Adirondack Explorer

Permits in the preserves

It was a chilly and rainy Monday in September just after 8 a.m. The 70-spot parking lot of the Adirondack Mountain Reserve contained eight cars, one belonging to Chris Hunter. The 49-year-old Schenectady science museum archivist wore a long raincoat and held a walking stick. He was ready for the slog to a couple of waterfalls and the iconic fjord view from Indian Head if the rain didn’t get to him.

The reserve’s new parking reservation system, which kicked off in May and runs through the end of October, afforded Hunter a little extra sleep. He had never hiked at the AMR before and had seen the photos of Indian Head on social media.

“It can be a little bit intimidating to find the parking,” he said, noting he would have had to get to the lot much earlier if there were no reservations. “On the flip side, leaf peeper season—it’s kind of like getting a hot concert ticket, which is why I’m here on a Monday, regardless of the weather.”

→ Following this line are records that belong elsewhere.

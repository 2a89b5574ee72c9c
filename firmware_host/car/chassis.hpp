// SPDX-License-Identifier: MIT
// The true chassis: sprung mass in heave, pitch and roll on four springs, bump stops, dampers and anti-roll
// bars; four unsprung masses on tyres. Everything is relative to the car at rest on a level road.
#pragma once

#include <array>

#include "firmware_host/car/parameters.hpp"

namespace holdfast::sim {

enum Corner : std::size_t { kFrontLeft, kFrontRight, kRearLeft, kRearRight, kCorners };

struct ChassisInput {
    double speed_mps = 0.0;
    double accel_x_mps2 = 0.0;  // kinematic
    double accel_y_mps2 = 0.0;
    double gravity_mps2 = kGravity;  // with what crests take off and dips add
    double grade = 0.0;              // slope of the road, positive uphill
    double downforce_front_n = 0.0;  // at the axle lines
    double downforce_rear_n = 0.0;
    std::array<double, kCorners> road_m{};
};

// Force of a corner's bump stop, N, at a compression from rest.
[[nodiscard]] double bump_stop_force(const AxleParameters& axle, double compression_m);
// Force of a corner's damper, N; compression positive.
[[nodiscard]] double damper_force(const AxleParameters& axle, double compression_rate_mps);

class Chassis {
  public:
    explicit Chassis(const ChassisParameters& parameters);

    void burn_fuel(double burnt_since_start_kg) { burnt_kg_ = burnt_since_start_kg; }

    // Semi-implicit Euler: rates first, then positions by the new rates. Stable while dt times the wheel-hop
    // frequency stays well under 2.
    void step(const ChassisInput& input, double dt_s);

    [[nodiscard]] double mass_kg() const { return parameters_.mass_kg - burnt_kg_; }
    [[nodiscard]] double heave_m() const { return heave_m_; }  // of the sprung centre of gravity
    [[nodiscard]] double pitch_rad() const { return pitch_rad_; }
    [[nodiscard]] double roll_rad() const { return roll_rad_; }
    // Acceleration of the sprung centre of gravity as an accelerometer feels it: gravity's share is in it.
    [[nodiscard]] double accel_z_mps2() const { return accel_z_mps2_; }
    // Rise of a point of the body, x from the front axle line forward, y left.
    [[nodiscard]] double rise_m(double x_m, double y_m) const;
    // Spring, bump stop, damper and anti-roll bar.
    [[nodiscard]] double suspension_load_n(Corner corner) const { return suspension_n_[corner]; }
    [[nodiscard]] double tyre_load_n(Corner corner) const { return tyre_n_[corner]; }
    // Kinetic and spring energy relative to rest, J; for tests of the integrator.
    [[nodiscard]] double energy_j() const;

  private:
    struct Wheel {
        double x_m;  // from the sprung centre of gravity
        double y_m;
        double sprung_static_n;  // suspension load at rest
        double tyre_static_n;
        double height_m = 0.0;  // of the unsprung mass
        double rate_mps = 0.0;
        double road_before_m = 0.0;
        bool road_known = false;
    };
    [[nodiscard]] const AxleParameters& axle(std::size_t corner) const {
        return corner < kRearLeft ? parameters_.front : parameters_.rear;
    }
    [[nodiscard]] double body_height_m(const Wheel& wheel) const {
        return heave_m_ - wheel.x_m * pitch_rad_ + wheel.y_m * roll_rad_;
    }
    [[nodiscard]] double body_rate_mps(const Wheel& wheel) const {
        return heave_rate_mps_ - wheel.x_m * pitch_rate_radps_ + wheel.y_m * roll_rate_radps_;
    }
    [[nodiscard]] double tyre_force_n(std::size_t corner, double road_m, double growth_m, double dt_s);

    ChassisParameters parameters_;
    double sprung_mass_kg_;  // at the start
    double front_to_cg_m_;   // sprung centre of gravity behind the front axle
    double burnt_kg_ = 0.0;
    std::array<Wheel, kCorners> wheels_;
    std::array<double, kCorners> suspension_n_{};
    std::array<double, kCorners> tyre_n_{};
    double heave_m_ = 0.0;
    double heave_rate_mps_ = 0.0;
    double pitch_rad_ = 0.0;
    double pitch_rate_radps_ = 0.0;
    double roll_rad_ = 0.0;
    double roll_rate_radps_ = 0.0;
    double accel_z_mps2_ = kGravity;
};

}  // namespace holdfast::sim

The reserve is the first location in the Adirondack Park to institute a parking reservation system, though forest preserve neighbors to the south in the Catskill Park’s Peekamoose Valley have had something similar for a few years. Visitors have both embraced and shunned the limits on access to the state’s public lands, instituted as a kind of last-ditch effort when a large number of people and a place collide. While officials at the AMR are enthusiastic about the parking reservation system, Catskill leaders are leery of the crowd management strategy.